И легкою станет моя душа,
и звонким – мое тело.
Тогда я узнаю, что есть благодать
и мудрость, и правое дело…
запасный выход
и молоточек
еще найти бы такую точку
чтоб враз ударить
и вдрызг стекло
чтоб выйти туда
где светло и тепло
а здесь в салоне
жарко и душно
и ты понимаешь
никому нужен
и то что время твое ушло
и это нисколько не смешно
но все над тобой
почему-то смеются
туда где любим был
уже не вернуться…
Дай-ка сяду я рядом с тобой
Дай-ка сяду я рядом с тобой.
Положи-ка мне лапы на плечи.
Языком оближи, полечи слюной —
сразу станет мне много легче.
Ты в восторге, ты любишь меня.
Для тебя я – лучший на свете!
Друга верного славно обнять —
мы с тобой словно малые дети!
Я подергаю чуткие ушки твои,
потреплю твою милую морду.
Побегу, а ты меня догони.
Порезвимся, как будто мы молоды.
Но немного, дружок, пробежали с тобой.
Запыхались и оба устали…
Да, стары, и пора уходить на покой,
хоть не все еще зори встречали…
Я прошу – ты еще поживи.
Обещаю – и я постараюсь.
И не плачь, веселее хвостом верти.
Что со мной?

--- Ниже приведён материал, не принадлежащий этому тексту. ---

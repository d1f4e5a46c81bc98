import { canCarryOut, type Fix, hasDesk, type Me, type Question } from '@rivetside/shared';
import type { QueryClient } from '@tanstack/react-query';
import { useQuery, useQueryClient } from '@tanstack/react-query';
import { lazy, Suspense, useState } from 'react';
import { type LoaderFunctionArgs, useParams } from 'react-router-dom';
import { AdviceLine } from '../components/advice-line';
import { ErrorPage } from '../components/pages/error-page';
import { NotFoundPage } from '../components/pages/not-found-page';
import { CardSkeleton, LinesSkeleton } from '../components/skeletons';
import endorseClasses from '../features/endorsements/endorsements.module.css';
import { StampRow } from '../features/endorsements/stamp-row';
import { CompletionCard } from '../features/fixes/completion-card';
import { FixCard } from '../features/fixes/fix-card';
import { hasOutsideLine, isMentorHere, whyNoFix, whyNoStamp } from '../features/fixes/fix-words';
import { NoFixYet } from '../features/fixes/no-fix-yet';
import { HoleCardPanel } from '../features/sheet/hole-card-panel';
import { questionSheet, sheetKeys, sheetWire } from '../features/sheet/queries';
import { SheetActions } from '../features/sheet/sheet-actions';
import { FitCheckPanel, MetBeforePanel, PhotosPanel, StoryPanel } from '../features/sheet/sheet-cards';
import { hasEarlierEvents, withEarlierEvents } from '../features/sheet/sheet-events';
import { SheetHead } from '../features/sheet/sheet-head';
import { SheetLayout } from '../features/sheet/sheet-layout';
import { useLiveSheet } from '../features/sheet/use-live-sheet';
import { useSeen } from '../features/sheet/use-seen';
import type { PhotoSlot } from '../features/talk/say-form';
import { TalkCard } from '../features/talk/talk-card';
import { usePageTitle } from '../lib/page-title';
import { Problem } from '../lib/problem';
import { useActor } from '../lib/session';
import { standingOf } from '../lib/standing';

// Whoever only reads a sheet needs none of these: each comes when it is opened.
const EndorseDialog = lazy(async () => ({
  default: (await import('../features/endorsements/endorse-dialog')).EndorseDialog,
}));
const CarryOutDialog = lazy(async () => ({
  default: (await import('../features/fixes/carry-out-dialog')).CarryOutDialog,
}));
const ProposeDialog = lazy(async () => ({
  default: (await import('../features/fixes/propose-dialog')).ProposeDialog,
}));
const DraftPhotos = lazy(async () => ({
  default: (await import('../features/photos/draft-photos')).DraftPhotos,
}));

export const handle = { crumbs: () => [{ label: 'Questions', to: '/questions' }, { label: 'Sheet' }] };

export const loader =
  (queryClient: QueryClient) =>
  ({ params }: LoaderFunctionArgs) => {
    void queryClient.prefetchQuery(questionSheet(params['questionId']!));
    return null;
  };

export function Component() {
  const id = useParams()['questionId']!;
  const { data: sheet, error, refetch } = useQuery(questionSheet(id));
  usePageTitle(sheet ? `${sheet.number}, ${sheet.title}` : 'Question');
  if (error instanceof Problem && error.status === 404) return <NotFoundPage what="question" />;
  if (error && !sheet) return <ErrorPage error={error} onTryAgain={() => void refetch()} />;
  if (!sheet) return <CardSkeleton lines={10} />;
  return <Sheet key={id} sheet={sheet} />;
}

const photoSlot: PhotoSlot = (props) => (
  <Suspense fallback={<LinesSkeleton lines={1} />}>
    <DraftPhotos {...props} />
  </Suspense>
);

function Sheet({ sheet }: { readonly sheet: Question }) {
  const me = useActor();
  const queryClient = useQueryClient();
  const live = useLiveSheet(sheet.id);
  const seenBefore = useSeen(sheet);
  const showEarlier = async () => {
    const { items } = await sheetWire.eventsBefore(sheet.id, sheet.events[0]?.seq ?? 1);
    queryClient.setQueryData<Question>(
      sheetKeys.one(sheet.id),
      (known) => known && withEarlierEvents(known, items),
    );
  };
  return (
    <>
      <SheetHead sheet={sheet} people={live.people} />
      <SheetLayout
        sheet={sheet}
        isCutOff={live.isCutOff}
        left={
          <>
            <HoleCardPanel sheet={sheet} />
            <FitCheckPanel sheet={sheet} />
            <StoryPanel sheet={sheet} />
            <PhotosPanel sheet={sheet} />
          </>
        }
        fixes={<Fixes sheet={sheet} me={me} />}
        talk={
          <TalkCard
            sheet={sheet}
            me={me}
            people={live.people}
            seenBefore={seenBefore}
            hasEarlier={hasEarlierEvents(sheet)}
            onEarlier={showEarlier}
            onSent={live.take}
            onWriting={live.writing}
            photoSlot={photoSlot}
          />
        }
        met={<MetBeforePanel id={sheet.id} />}
      />
      <AdviceLine />
    </>
  );
}

interface OwnProps {
  readonly sheet: Question;
  readonly me: Me;
}

function Fixes({ sheet, me }: OwnProps) {
  const [isProposing, setProposing] = useState(false);
  const isBuilder = canCarryOut(me, standingOf(sheet, me));
  const whyNot = whyNoFix(sheet, me);
  const propose = (
    <NoFixYet
      sheet={sheet}
      whyNot={hasDesk(me) ? whyNot : null}
      onPropose={whyNot === null ? () => setProposing(true) : undefined}
    />
  );
  return (
    <>
      <CompletionCard sheet={sheet} isBuilder={isBuilder} />
      {sheet.fixes.map((fix) => (
        <FixCard
          key={fix.id}
          sheet={sheet}
          fix={fix}
          me={me}
          stamps={<StampRow fix={fix} me={me} give={<Give sheet={sheet} fix={fix} me={me} />} />}
          carryOut={isBuilder ? <CarryOut sheet={sheet} fix={fix} /> : null}
        />
      ))}
      {propose}
      <SheetActions sheet={sheet} me={me} />
      <Suspense fallback={null}>
        {isProposing && <ProposeDialog sheet={sheet} onClose={() => setProposing(false)} />}
      </Suspense>
    </>
  );
}

function Give({ sheet, fix, me }: OwnProps & { readonly fix: Fix }) {
  const [isOpen, setOpen] = useState(false);
  if (!isMentorHere(sheet, me)) return null;
  const whyNot = whyNoStamp(sheet, fix, me);
  return (
    <div className={endorseClasses['give']}>
      {whyNot ? (
        <p>{whyNot}</p>
      ) : (
        <button type="button" className="btn" onClick={() => setOpen(true)}>
          Endorse
        </button>
      )}
      <Suspense fallback={null}>
        {isOpen && (
          <EndorseDialog
            sheet={sheet}
            fix={fix}
            me={me}
            isOutside={hasOutsideLine(fix)}
            onClose={() => setOpen(false)}
          />
        )}
      </Suspense>
    </div>
  );
}

/** Only once it is endorsed: until then the sheet says what it waits for. */
function CarryOut({ sheet, fix }: { readonly sheet: Question; readonly fix: Fix }) {
  const [isOpen, setOpen] = useState(false);
  const isLive = fix.endorsements.some(({ state }) => state === 'live');
  if (sheet.state !== 'endorsed' || fix.withdrawn || !isLive) return null;
  return (
    <>
      <button type="button" className="btn" onClick={() => setOpen(true)}>
        Carry it out
      </button>
      <Suspense fallback={null}>
        {isOpen && (
          <CarryOutDialog sheet={sheet} fix={fix} onClose={() => setOpen(false)} photoSlot={photoSlot} />
        )}
      </Suspense>
    </>
  );
}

Я куда уплываю?
Есть люди жизнерадостные,
а есть и жизнепакостные.
Улыбкою первые светятся.
Вторые исходят злом.
А есть нитудынисюдышные.
Они равнодушны к ближнему,
болтаются на поверхности
И не уходят на дно.
Как мало их – жизнерадостных.
Как много их – жизнепакостных.
Но больше всего нитудынисюдышных.
Не веришь? Смотри вокруг!
Но есть еще загребущие.
Они как коровы жующие.
Для них этот мир прекрасный —
с сочной травою луг.
Сам на себя оглянулся.
Сам себе ужаснулся.
Хоть не корова жующая,
Но не сподвигнут на лучшее…
И уж совсем непонятно мне —
да что же я делаю тут?
Простите все, кого обидел
Простите все, кого обидел —
в гордыне правды я не видел.
Прости отец – твой блудный сын
был эгоист – ведь он один.
И хоть я очень изменился —
суровой жизнью полечился,
но, все равно, в долгу остался
теперь пред дочерью своей.
И, как бы я не извинялся,
вердикт один: душой – злодей…
Жизнь промчится под иль над
Жизнь промчится под иль над,
точно – никогда!
Планы в «молоко» летят,
в прошлое года.
Оглянуться хватит ль сил —
сердце заболит.
Тот, кем быть обещан был,
сам собой убит.
И на кладбище надежд
серый крест гниет.
А убийца как-то меж
тем и тем живет.
Оглянуться хватит ль сил —
сердце заболит.
Тот, кем быть обещан был,
сам собой убит.
Кручу я пленку старую —
года восьмидесятые.
Родители не старые,
и мы едва женатые.
Жена моя красавица,
и даже теща стройная.
Мне все на пленке нравится —
там жизнь наша привольная.
Вот мы в пруду купаемся,
на карусели кружимся,
Природой наслаждаемся,
на даче дружно трудимся.
Вот наша кроха милая!
Ползет она, старается.
Головку держит с силою.
Как славно улыбается!
Шажочки ее первые —
еще движенья робкие.
Судьбы листочки белые.
Души цветочки тонкие.
Кручу я пленку старую.
Года восьмидесятые.
А рядом внук мой славный,
пока что маловатый…
Друзья мои, чего же вы хотите?
К чему стремитесь вы, мои друзья?
Опять в делах, торопитесь, летите…
Остановиться почему нельзя?
А я прошу совсем, совсем немного —
совместной теплой долгой встречи
за чашкой чая, а не у порога.
Пока не вечер, еще не вечер…
«Так не грусти, – мой ум мне говорит, —
И радуйся тому, что ты имеешь».
Но плакала душа моя навзрыд,
и сердце бедное от тяжести немело.
Вот воля резко вздернула узду,
но чувства всё несли, несли куда-то.
Мой голос провалился в хрипоту,
и я пропал, казалось, безвозвратно.
Как слаб я – человек, как подчинен
случайностям в судьбе своей незрячей.